**WORK TO BE COMPLETED**
Copy every line of the data that contains the string "SiteRecord".

-- -- --

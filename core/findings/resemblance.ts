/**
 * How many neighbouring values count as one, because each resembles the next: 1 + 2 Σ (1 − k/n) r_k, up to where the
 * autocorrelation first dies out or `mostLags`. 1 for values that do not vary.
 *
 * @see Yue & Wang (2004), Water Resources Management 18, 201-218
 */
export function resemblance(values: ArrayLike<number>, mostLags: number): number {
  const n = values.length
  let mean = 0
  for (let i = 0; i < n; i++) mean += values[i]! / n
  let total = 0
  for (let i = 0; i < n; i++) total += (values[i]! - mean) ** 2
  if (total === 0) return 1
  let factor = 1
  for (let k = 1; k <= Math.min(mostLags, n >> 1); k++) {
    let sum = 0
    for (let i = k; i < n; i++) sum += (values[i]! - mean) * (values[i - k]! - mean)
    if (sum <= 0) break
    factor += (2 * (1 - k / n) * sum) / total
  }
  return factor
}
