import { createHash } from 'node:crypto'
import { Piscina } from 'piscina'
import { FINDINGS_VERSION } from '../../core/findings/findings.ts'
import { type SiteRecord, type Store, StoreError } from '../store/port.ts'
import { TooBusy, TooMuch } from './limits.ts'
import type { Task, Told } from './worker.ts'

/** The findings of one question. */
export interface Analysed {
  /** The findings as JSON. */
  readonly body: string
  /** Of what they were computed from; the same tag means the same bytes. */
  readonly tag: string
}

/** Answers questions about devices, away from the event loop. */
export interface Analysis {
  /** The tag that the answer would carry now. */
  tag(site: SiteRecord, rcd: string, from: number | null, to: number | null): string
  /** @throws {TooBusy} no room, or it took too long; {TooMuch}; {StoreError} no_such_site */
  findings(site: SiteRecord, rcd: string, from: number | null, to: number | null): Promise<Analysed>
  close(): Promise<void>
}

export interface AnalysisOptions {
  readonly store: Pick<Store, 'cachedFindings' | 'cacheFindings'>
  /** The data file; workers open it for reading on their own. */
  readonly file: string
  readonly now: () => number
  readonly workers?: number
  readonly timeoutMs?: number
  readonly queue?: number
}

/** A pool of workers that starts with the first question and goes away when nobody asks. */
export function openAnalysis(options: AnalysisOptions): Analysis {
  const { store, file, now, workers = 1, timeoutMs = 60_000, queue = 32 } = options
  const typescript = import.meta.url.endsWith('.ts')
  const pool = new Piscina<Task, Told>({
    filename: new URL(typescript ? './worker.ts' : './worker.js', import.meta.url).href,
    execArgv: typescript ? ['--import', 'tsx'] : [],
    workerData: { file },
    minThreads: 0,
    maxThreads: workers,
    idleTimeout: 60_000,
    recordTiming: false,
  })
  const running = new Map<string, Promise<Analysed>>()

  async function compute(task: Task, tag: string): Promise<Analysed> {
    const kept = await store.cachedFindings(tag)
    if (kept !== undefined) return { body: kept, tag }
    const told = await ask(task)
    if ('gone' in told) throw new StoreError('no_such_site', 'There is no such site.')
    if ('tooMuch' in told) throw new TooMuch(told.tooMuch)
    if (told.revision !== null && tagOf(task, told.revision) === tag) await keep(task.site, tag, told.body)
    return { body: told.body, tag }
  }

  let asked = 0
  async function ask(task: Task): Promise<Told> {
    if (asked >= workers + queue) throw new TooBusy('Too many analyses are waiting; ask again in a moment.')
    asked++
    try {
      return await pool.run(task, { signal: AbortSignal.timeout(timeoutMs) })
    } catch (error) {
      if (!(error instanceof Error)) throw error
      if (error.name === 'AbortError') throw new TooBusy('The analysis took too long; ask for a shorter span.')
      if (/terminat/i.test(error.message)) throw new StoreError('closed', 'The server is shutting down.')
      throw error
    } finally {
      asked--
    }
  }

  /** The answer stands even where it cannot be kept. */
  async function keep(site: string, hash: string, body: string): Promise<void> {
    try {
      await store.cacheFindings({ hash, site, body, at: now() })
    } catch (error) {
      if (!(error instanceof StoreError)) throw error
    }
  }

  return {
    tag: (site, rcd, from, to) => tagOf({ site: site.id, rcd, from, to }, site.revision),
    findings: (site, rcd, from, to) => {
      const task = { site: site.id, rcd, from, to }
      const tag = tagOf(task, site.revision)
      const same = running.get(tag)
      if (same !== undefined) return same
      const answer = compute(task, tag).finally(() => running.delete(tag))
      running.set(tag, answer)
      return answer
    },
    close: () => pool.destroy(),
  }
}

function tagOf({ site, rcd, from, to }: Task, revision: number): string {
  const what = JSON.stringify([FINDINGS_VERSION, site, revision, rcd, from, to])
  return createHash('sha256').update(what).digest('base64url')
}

-- -- --

**SOLUTION BELOW**
import { type SiteRecord, type Store, StoreError } from '../store/port.ts'
  tag(site: SiteRecord, rcd: string, from: number | null, to: number | null): string
  findings(site: SiteRecord, rcd: string, from: number | null, to: number | null): Promise<Analysed>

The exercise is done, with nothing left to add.